6.2 About replication, materials, and related data 

Peer-reviewed journals are increasingly requiring the sharing of the data and materials that serve as the basis for scientific findings in publications (Corti, et al. 2020) . However, the journals themselves normally do not provide the infrastructure for this, leaving it instead to the authors to deposit their replication materials in a repository. Since data archives have strong competence in the domain of data preservation and documentation, they clearly have a role to play.  

What are replication materials?

From an archival perspective, replication can be seen in light of a key question: What do researchers need if they want to replicate a study for verifiability, robustness, repeatability, or generalizability (Freese & Peterson, 2017)? To make possible any of these types of replication, authors should make available the materials that allow others to follow or reproduce the analyses conducted for the publications. This includes well-documented data and analysis codes, as well as a description of the analytic decisions taken. These materials should also include information on the data and its version, as well as the software (and its version) used. FInally, information on the data should include the context and mode(s) of collection, sampling frame, and population.  

Replication materials and archives

What is different compared to “typical” dataset archival materials?

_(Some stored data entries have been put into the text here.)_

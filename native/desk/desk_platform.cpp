#include "desk_platform.hpp"

#include <filesystem>
#include <system_error>

namespace tamis::desk {

namespace fs = std::filesystem;

std::string DeskPlatform::start_folder() const {
  std::error_code error;
  const fs::path here = fs::current_path(error);
  return error ? std::string("/") : here.string();
}

Result<std::vector<ui::FolderEntry>> DeskPlatform::list_folder(const std::string& folder) const {
  std::error_code error;
  fs::directory_iterator it(folder, fs::directory_options::skip_permission_denied, error);
  if (error) return io_error(folder, "cannot list this folder: " + error.message());
  std::vector<ui::FolderEntry> entries;
  for (; it != fs::directory_iterator(); it.increment(error)) {
    if (error) break;
    ui::FolderEntry entry;
    entry.name = it->path().filename().string();
    if (!entry.name.empty() && entry.name[0] == '.') continue;  // hidden files, as file managers do
    std::error_code entry_error;
    entry.is_folder = it->is_directory(entry_error);
    if (!entry.is_folder) {
      const uintmax_t size = it->file_size(entry_error);
      entry.size = entry_error ? 0 : static_cast<uint64_t>(size);
    }
    entries.push_back(std::move(entry));
  }
  return entries;
}

std::string DeskPlatform::parent_folder(const std::string& folder) const {
  const fs::path path = fs::path(folder).lexically_normal();
  const fs::path parent = path.has_relative_path() && path.filename().empty() ? path.parent_path().parent_path()
                                                                              : path.parent_path();
  return parent.empty() ? folder : parent.string();
}

std::string DeskPlatform::join_path(const std::string& folder, const std::string& name) const {
  if (fs::path(name).is_absolute()) return name;
  return (fs::path(folder) / name).lexically_normal().string();
}

Result<std::unique_ptr<ByteSource>> DeskPlatform::open_for_reading(const std::string& path) {
  return open_file_source(path);
}

Status DeskPlatform::save(const std::string& path, std::string_view bytes) {
  Result<std::unique_ptr<ByteSink>> sink = open_file_sink(path);
  if (!sink) return sink.take_error();
  if (Status written = sink.value()->write(bytes); !written) return written;
  return sink.value()->commit();
}

std::string DeskPlatform::privacy_statement() const {
  return "tamis-desk works only on this computer: it reads the files you open, writes only the files you save, "
         "never changes the file it cleans, and makes no network connections.";
}

}  // namespace tamis::desk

While replication materials are in the end no more (or less) than a collection of related digital files, there are important differences with respect to the data and documentation that are usually deposited in archives. Most notably, replication materials concern the analyses presented in a particular publication, usually a single article. Therefore, the related data are partial, that is, they include only a subset of a larger dataset (e.g., with a subset of variables or cases). Furthermore, the documentation may be somewhat different in nature. To replicate results from a publication, only the information strictly linked to the subset of the data used is necessary. By contrast, a comprehensive dataset for deposit will usually include the full data collected for a defined research project, and the documentation and metadata describe the complete context of the work.